Linear Algebra – Condition Number of a Product of Two Matrices

condition numberlinear algebramatricesnormed-spaces

Given two square matrices $A$ and $B$, is the following inequality
$$\operatorname{cond}(AB) \leq \operatorname{cond}(A)\operatorname{cond}(B),$$ where $\operatorname {cond}$ is the condition number, true?

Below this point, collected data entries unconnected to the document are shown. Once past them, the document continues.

"""Geodesic inverse and direct (forward) problems on the frame's ellipsoid.

Pure module (no Django); a thin, vectorised wrapper around ``pyproj.Geod``, which implements
C. F. F. Karney, "Algorithms for geodesics", *Journal of Geodesy* 87 (2013) 43–55,
doi:10.1007/s00190-012-0578-z (accurate to about 15 nm, convergent for all pairs of points,
including nearly antipodal ones where Vincenty's 1975 iteration fails).

Azimuth convention (pinned in ``tests/geodesy/test_geodesic.py``)
---------------------------------------------------------------
- ``azimuth12_deg``: the azimuth of the geodesic at point 1 towards point 2, clockwise from north.
- ``azimuth21_deg``: the azimuth at point 2 *towards point 1* (the "back" or "reverse" azimuth),
  as ``pyproj.Geod`` returns it. Vincenty's (1975) Table II α2 and GeographicLib's ``azi2`` are the
  *forward* azimuth at point 2 (the line continued beyond point 2): α2 = azimuth21 ± 180°.
"""

from __future__ import annotations

from functools import lru_cache
from typing import NamedTuple

import numpy as np

from registry.geodesy.conversions import GRS80, Ellipsoid

__all__ = ["GeodesicInverse", "GeodesicForward", "inverse", "forward", "geod_for"]


class GeodesicInverse(NamedTuple):
    distance_m: np.ndarray
    azimuth12_deg: np.ndarray
    azimuth21_deg: np.ndarray


class GeodesicForward(NamedTuple):
    lat2_deg: np.ndarray
    lon2_deg: np.ndarray
    azimuth21_deg: np.ndarray


@lru_cache(maxsize=32)
def geod_for(ellipsoid: Ellipsoid = GRS80):
    """A cached ``pyproj.Geod`` on ``ellipsoid``."""
    import pyproj

    return pyproj.Geod(a=ellipsoid.a_m, f=ellipsoid.f)


def _arrays(*values):
    arrs = np.broadcast_arrays(*(np.asarray(v, dtype=float) for v in values))
    return [np.array(a, dtype=float, order="C") for a in arrs]


def inverse(lat1_deg, lon1_deg, lat2_deg, lon2_deg, *, ellipsoid: Ellipsoid = GRS80) -> GeodesicInverse:
    """Distance and azimuths between two points of one frame.

    Parameters
    ----------
    lat1_deg, lon1_deg, lat2_deg, lon2_deg : array_like
        Geodetic coordinates (degrees) in the same frame, broadcast together.
    ellipsoid : Ellipsoid
        The frame's ellipsoid (GRS80 by default).

    Returns
    -------
    GeodesicInverse
        ``distance_m`` (metres on the ellipsoid), ``azimuth12_deg`` in [0, 360), and
        ``azimuth21_deg`` (back azimuth at point 2 towards point 1) in [0, 360).

    Examples
    --------
    >>> r = inverse(0.0, 0.0, 0.0, 1.0)
    >>> round(float(r.distance_m), 3), float(r.azimuth12_deg), float(r.azimuth21_deg)
    (111319.491, 90.0, 270.0)
    """
    lat1, lon1, lat2, lon2 = _arrays(lat1_deg, lon1_deg, lat2_deg, lon2_deg)
    _check_lat(lat1, lat2)
    shape = lat1.shape
    az12, az21, dist = geod_for(ellipsoid).inv(lon1.ravel(), lat1.ravel(), lon2.ravel(), lat2.ravel())
    return GeodesicInverse(
        np.asarray(dist).reshape(shape), _norm360(az12).reshape(shape), _norm360(az21).reshape(shape)
    )


def forward(lat1_deg, lon1_deg, azimuth12_deg, distance_m, *, ellipsoid: Ellipsoid = GRS80) -> GeodesicForward:
    """The point reached from point 1 along a geodesic of given azimuth and length.

    Returns
    -------
    GeodesicForward
        ``lat2_deg``, ``lon2_deg`` (in [-180, 180)) and ``azimuth21_deg`` (back azimuth at point 2
        towards point 1, in [0, 360)).

    Examples
    --------
    >>> r = forward(0.0, 0.0, 90.0, 111319.4907932736)
    >>> round(float(r.lat2_deg), 9), round(float(r.lon2_deg), 9)
    (0.0, 1.0)
    """
    lat1, lon1, az12, dist = _arrays(lat1_deg, lon1_deg, azimuth12_deg, distance_m)
    _check_lat(lat1)
    shape = lat1.shape
    lon2, lat2, az21 = geod_for(ellipsoid).fwd(lon1.ravel(), lat1.ravel(), az12.ravel(), dist.ravel())
    return GeodesicForward(
        np.asarray(lat2).reshape(shape), np.asarray(lon2).reshape(shape), _norm360(az21).reshape(shape)
    )


def _norm360(angle_deg):
    r = np.mod(np.asarray(angle_deg, dtype=float), 360.0)
    return np.where(r >= 360.0, r - 360.0, r)


def _check_lat(*lats):
    for lat in lats:
        if not np.all(np.isfinite(lat)) or np.any(np.abs(lat) > 90.0):
            raise ValueError("latitude must be finite and within -90..90 degrees")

Is this still true for rectangular matrices?

I know this is true:

$$||AB|| \leq ||A|| \cdot ||B||$$

The definition of condition number of matrix is as follows:

$$\operatorname{cond}(A)=||A|| \cdot ||A^{-1}||$$

Best Answer

When $A$ and $B$ are square matrices, the inequality is true for every matrix norm (which satisfies $\|AB\|\le \|A\|\,\|B\|$, by definition.) Indeed, $$ \operatorname{cond}(AB)=\|AB\|\,\|(AB)^{-1} \| \le \|A\|\,\|B\|\,\|B^{-1}\|\,\|A^{-1} \| =\operatorname{cond}(A)\,\operatorname{cond}(B) $$ If $A$ and $B$ are non-square, then $A^{-1}$ is not meaningful, and the condition number has to be defined differently. The one definition I know for this case (which agrees with the above when the operator norm is used), is $$ \operatorname{cond}(A)=\frac{\sigma_1(A)}{\sigma_n(A)} = \frac{\max\{|Ax|:|x|=1\}}{\min \{|Ax| : |x|=1\}} $$ (Here $\sigma_1$ and $\sigma_n$ are the greatest and smallest singular values of $A$, defined in the quotient on the right). This definition is of interest only when the kernel is trivial. The submultiplicative inequality still holds, because $\sigma_1(AB)\le \sigma_1(A)\sigma_1(B)$ and $\sigma_n(AB)\ge \sigma_n(A)\sigma_n(B) $.